Start of ENTRIES SUPPLIED

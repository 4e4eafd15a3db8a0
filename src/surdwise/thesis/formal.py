"""An equality as a polynomial in lengths: the raw material of the five formulations.

The points of the statement get coordinates of their own (a frame takes four of them away), and
every root-built quantity becomes a symbol with a known square.  Exact.
"""

from __future__ import annotations

from collections.abc import Callable
from dataclasses import dataclass
from fractions import Fraction
from typing import Any, cast

from ..field import roots
from ..field.ring import Poly
from ..field.tower import Element, Gen, Tower
from ..figure.component import Builder, Component, Frame
from ..figure.plane import Vec
from ..figure.quantities import value
from ..figure.reader import Reader
from ..sheet.tree import Comparison, PointRef, Pt


class Ratio:
    """A quotient of two elements that is never simplified by conjugates."""

    __slots__ = ("den", "num")

    def __init__(self, num: Element, den: Element) -> None:
        self.num = num
        self.den = den

    def is_zero(self) -> bool:
        """Whether the numerator vanishes."""
        return self.num.is_zero()

    def _of(self, b: Ratio | Element | int | Fraction) -> Ratio:
        if isinstance(b, Ratio):
            return b
        one = self.den.tower.constant(1)
        return Ratio(b if isinstance(b, Element) else self.den.tower.constant(b), one)

    def __add__(self, other: Ratio | Element | int | Fraction) -> Ratio:
        b = self._of(other)
        if self.den.key() == b.den.key():
            return Ratio(self.num + b.num, self.den)
        return Ratio(self.num * b.den + b.num * self.den, self.den * b.den)

    __radd__ = __add__

    def __neg__(self) -> Ratio:
        return Ratio(-self.num, self.den)

    def __sub__(self, other: Ratio | Element | int | Fraction) -> Ratio:
        return self + -self._of(other)

    def __rsub__(self, other: Element | int | Fraction) -> Ratio:
        return self._of(other) + -self

    def __mul__(self, other: Ratio | Element | int | Fraction) -> Ratio:
        b = self._of(other)
        return Ratio(self.num * b.num, self.den * b.den)

    __rmul__ = __mul__

    def __truediv__(self, other: Ratio | Element | int | Fraction) -> Ratio:
        b = self._of(other)
        return Ratio(self.num * b.den, self.den * b.num)

    def __pow__(self, n: int) -> Ratio:
        return Ratio(self.num**n, self.den**n) if n >= 0 else Ratio(self.den**-n, self.num**-n)


@dataclass(frozen=True)
class Length:
    """A symbol for a non-negative quantity, and its square."""

    gen: Gen
    square: Element
    label: str


class Formal(Reader):
    """Reads quantities with a symbol for every root; numeric roots stay positive numbers."""

    def __init__(self, comp: Component) -> None:
        self.comp = comp
        self.lengths: list[Length] = []
        self._known: dict[str, Ratio] = {}
        self._label = ""

    def span(self, a: PointRef, b: PointRef) -> Any:
        """The symbol of a distance, labelled."""
        self._label = f"|{a}{b}|"
        try:
            return super().span(a, b)
        finally:
            self._label = ""

    def _wrap(self, e: Element) -> Ratio:
        return Ratio(e, self.comp.tower.constant(1))

    def kept(self, name: object, make: Callable[[], Element]) -> Any:
        """Sign-free elements, as ratios."""
        return self._wrap(make())

    def number(self, value: int | Fraction) -> Any:
        """A rational constant."""
        return self._wrap(self.comp.tower.constant(value))

    def absolute(self, e: Any) -> Any:
        """A symbol whose square is e^2."""
        return self.root(e * e) if not _rational(e) else Ratio(_size(e.num), _size(e.den))

    def root(self, q: Any) -> Any:
        """A symbol whose square is q; of a quotient, the quotient of the roots' product."""
        if q.is_zero():
            return q
        whole: Element = q.num * q.den
        name = whole.key()
        if name not in self._known:
            self._known[name] = self._wrap(self._symbol(whole))
        return self._known[name] / q.den

    def _symbol(self, q: Element) -> Element:
        t = self.comp.tower
        if q.is_rational():
            s = roots.sqrt(q, t)
            if s is not None:
                return s
            self.comp.tower, r = t.adjoin_sqrt(q, "positive", "number")
            return r
        self.comp.tower, r = t.adjoin_symbol(q)
        self.lengths.append(Length(self.comp.tower.gens[-1], q, self._label or "a root"))
        return r

    def divide(self, a: Any, b: Any, words: str) -> Any:
        """a/b."""
        return (a if isinstance(a, Ratio) else self._wrap(a)) / b

    def differ(self, a: Vec, b: Vec, words: str) -> None:
        """Nothing to check here."""


def _rational(e: Ratio) -> bool:
    return e.num.is_rational() and e.den.is_rational()


def _size(e: Element) -> Element:
    return -e if e.as_rational() < 0 else e


@dataclass(frozen=True)
class Thesis:
    """An equality in general coordinates: left and right over one denominator, as polynomials
    in coordinates and length symbols."""

    left: Poly
    right: Poly
    tower: Tower
    lengths: tuple[Length, ...]
    coordinates: dict[int, str]
    placed: dict[str, tuple[str, str]]

    @property
    def equation(self) -> Poly:
        """left - right."""
        return self.tower.reduce(self.left - self.right)


def thesis(claim: Comparison, points: list[str], keeps_scale: bool) -> Thesis:
    """The formal equality of a claim over the named points, placed by the frame."""
    comp = Component(Tower(), {}, ())
    frame = Frame(keeps_scale)
    b = Builder(comp, frame, 0, (), frozenset())
    for n in points:
        b.free_point(Pt(n), [Pt(m) for m in points])
    r = Formal(b.comp)
    left, right = (cast(Ratio, value(q, r)) for q in claim.items)
    t = r.comp.tower
    one = left.num * right.den
    two = right.num * left.den
    den = one.den * (two.den / one.den.gcd(two.den))
    placed = {n: (str(v.x.num), str(v.y.num)) for n, v in b.comp.points.items()}
    return Thesis(
        t.reduce(one.num * (den / one.den)),
        t.reduce(two.num * (den / two.den)),
        t,
        tuple(r.lengths),
        dict(frame.labels),
        placed,
    )
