"""A formulation as text for people and for other systems.

`text` is plain, `latex` for print, `sympy` a script for that library, `singular` one for that
program.  Coordinates are called xC, yC after their point, lengths d1, d2, ... with a legend.
"""

from __future__ import annotations

from collections.abc import Callable

from ..field import ring
from ..field.ring import Poly
from .formal import Thesis
from .formulations import Formulation


def names(t: Thesis) -> dict[int, str]:
    """Names of the ring's variables, by position."""
    out: dict[int, str] = {}
    for k, label in t.coordinates.items():
        out[ring.param_slot(k)] = _coordinate(label)
    for i, x in enumerate(t.lengths, start=1):
        out[x.gen.slot] = f"d{i}"
    i = 0
    for g in t.tower.gens:
        if g.label == "number":
            i += 1
            out[g.slot] = f"w{i}"
    return out


def _coordinate(label: str) -> str:
    if " of " in label:
        axis, point = label.split(" of ")
        return axis + point.replace("'", "_")
    return "w" + "".join(c for c in label if c.isalnum())


def legend(t: Thesis) -> list[str]:
    """What the symbols mean."""
    table = names(t)
    spots = [f"{n} = ({_spell(x, t)}, {_spell(y, t)})" for n, (x, y) in t.placed.items()]
    lengths = [f"{table[x.gen.slot]} = {x.label}" for x in t.lengths]
    return [", ".join(spots), *([", ".join(lengths)] if lengths else [])]


def _spell(text: str, t: Thesis) -> str:
    for k, label in sorted(t.coordinates.items(), reverse=True):
        text = text.replace(ring.PARAM_NAMES[k], _coordinate(label))
    return text


def terms(p: Poly, table: dict[int, str]) -> list[tuple[int, list[tuple[str, int]]]]:
    """Integer coefficients with their powers of named variables."""
    out = []
    for mono, c in p.terms():
        powers = [(table.get(k, f"v{k}"), e) for k, e in enumerate(mono) if e]
        out.append((int(c.p), powers))
    return out


def _signed(p: Poly, table: dict[int, str], times: str, power: str) -> list[tuple[str, str]]:
    """The sign and the rest of every term."""
    out: list[tuple[str, str]] = []
    for c, powers in terms(p, table):
        body = times.join(v if e == 1 else f"{v}{power}{e}" for v, e in powers)
        size = abs(c)
        piece = body if size == 1 and body else f"{size}{times}{body}" if body else str(size)
        out.append(("-" if c < 0 else "+", piece))
    return out


def plain(p: Poly, table: dict[int, str], times: str = "*", power: str = "^") -> str:
    """A polynomial on one line."""
    parts = _signed(p, table, times, power)
    if not parts:
        return "0"
    whole = " ".join(f"{sign} {piece}" for sign, piece in parts)
    return "-" + whole[2:] if whole.startswith("- ") else whole[2:]


LONG_SUM = 200


def _sum(p: Poly, table: dict[int, str]) -> str:
    """A polynomial in Python's notation; a long one as a list of terms, since a sum of thousands is
    nested too deeply for Python's own reader."""
    if len(p) <= LONG_SUM:
        return plain(p, table, "*", "**")
    rows = [("-" if sign == "-" else "") + piece for sign, piece in _signed(p, table, "*", "**")]
    return "Add(*[\n        " + ",\n        ".join(rows) + ",\n    ])"


def to_text(t: Thesis, f: Formulation) -> str:
    """Plain text: each polynomial set to zero."""
    table = names(t)
    return "\n".join(plain(p, table) + " = 0" for p in f.polynomials)


def to_latex(t: Thesis, f: Formulation) -> str:
    """LaTeX: an aligned display."""
    table = {k: _latex_name(v) for k, v in names(t).items()}
    rows = []
    for p in f.polynomials:
        body = plain(p, table, " ", "^").replace("  ", " ")
        rows.append(_braced(body) + " &= 0")
    return "\\begin{align*}\n" + " \\\\\n".join(rows) + "\n\\end{align*}"


def _latex_name(name: str) -> str:
    head, tail = name[0], name[1:]
    return f"{head}_{{{tail.replace('_', chr(39))}}}" if tail else head


def _braced(text: str) -> str:
    words = []
    for w in text.split(" "):
        if "^" in w:
            base, e = w.rsplit("^", 1)
            w = f"{base}^{{{e}}}"
        words.append(w)
    return " ".join(words)


def to_sympy(t: Thesis, f: Formulation) -> str:
    """A script that defines `polynomials`, a list of SymPy expressions."""
    table = names(t)
    used = sorted({table[k] for p in f.polynomials for k, d in enumerate(p.degrees()) if d > 0})
    rows = ",\n    ".join(_sum(p, table) for p in f.polynomials)
    long = any(len(p) > LONG_SUM for p in f.polynomials)
    head = f"from sympy import {'Add, ' if long else ''}symbols\n\n"
    if used:
        comma = "," if len(used) == 1 else ""
        head += f"{', '.join(used)}{comma} = symbols({' '.join(used)!r}{', seq=True' if comma else ''})\n"
    return head + f"polynomials = [\n    {rows},\n]"


def to_singular(t: Thesis, f: Formulation) -> str:
    """A script that defines the ideal `formulation` over the rationals."""
    table = names(t)
    used = sorted({table[k] for p in f.polynomials for k, d in enumerate(p.degrees()) if d > 0}) or ["x"]
    safe = {v: v.replace("_", "q") for v in used}
    table = {k: safe.get(v, v) for k, v in table.items()}
    rows = ",\n  ".join(plain(p, table) for p in f.polynomials)
    return f"ring r = 0, ({', '.join(safe.values())}), dp;\nideal formulation =\n  {rows};"


EXPORTS: dict[str, Callable[[Thesis, Formulation], str]] = {
    "text": to_text,
    "latex": to_latex,
    "sympy": to_sympy,
    "singular": to_singular,
}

End of ENTRIES SUPPLIED

• WHAT TO WORK ON:
Each line in the data that holds the string "items" needs to be copied.

• EXERCISE OUTPUT:
    left, right = (cast(Ratio, value(q, r)) for q in claim.items)
    placed = {n: (str(v.x.num), str(v.y.num)) for n, v in b.comp.points.items()}
    for k, label in t.coordinates.items():
    spots = [f"{n} = ({_spell(x, t)}, {_spell(y, t)})" for n, (x, y) in t.placed.items()]
    for k, label in sorted(t.coordinates.items(), reverse=True):
    table = {k: _latex_name(v) for k, v in names(t).items()}
    table = {k: safe.get(v, v) for k, v in table.items()}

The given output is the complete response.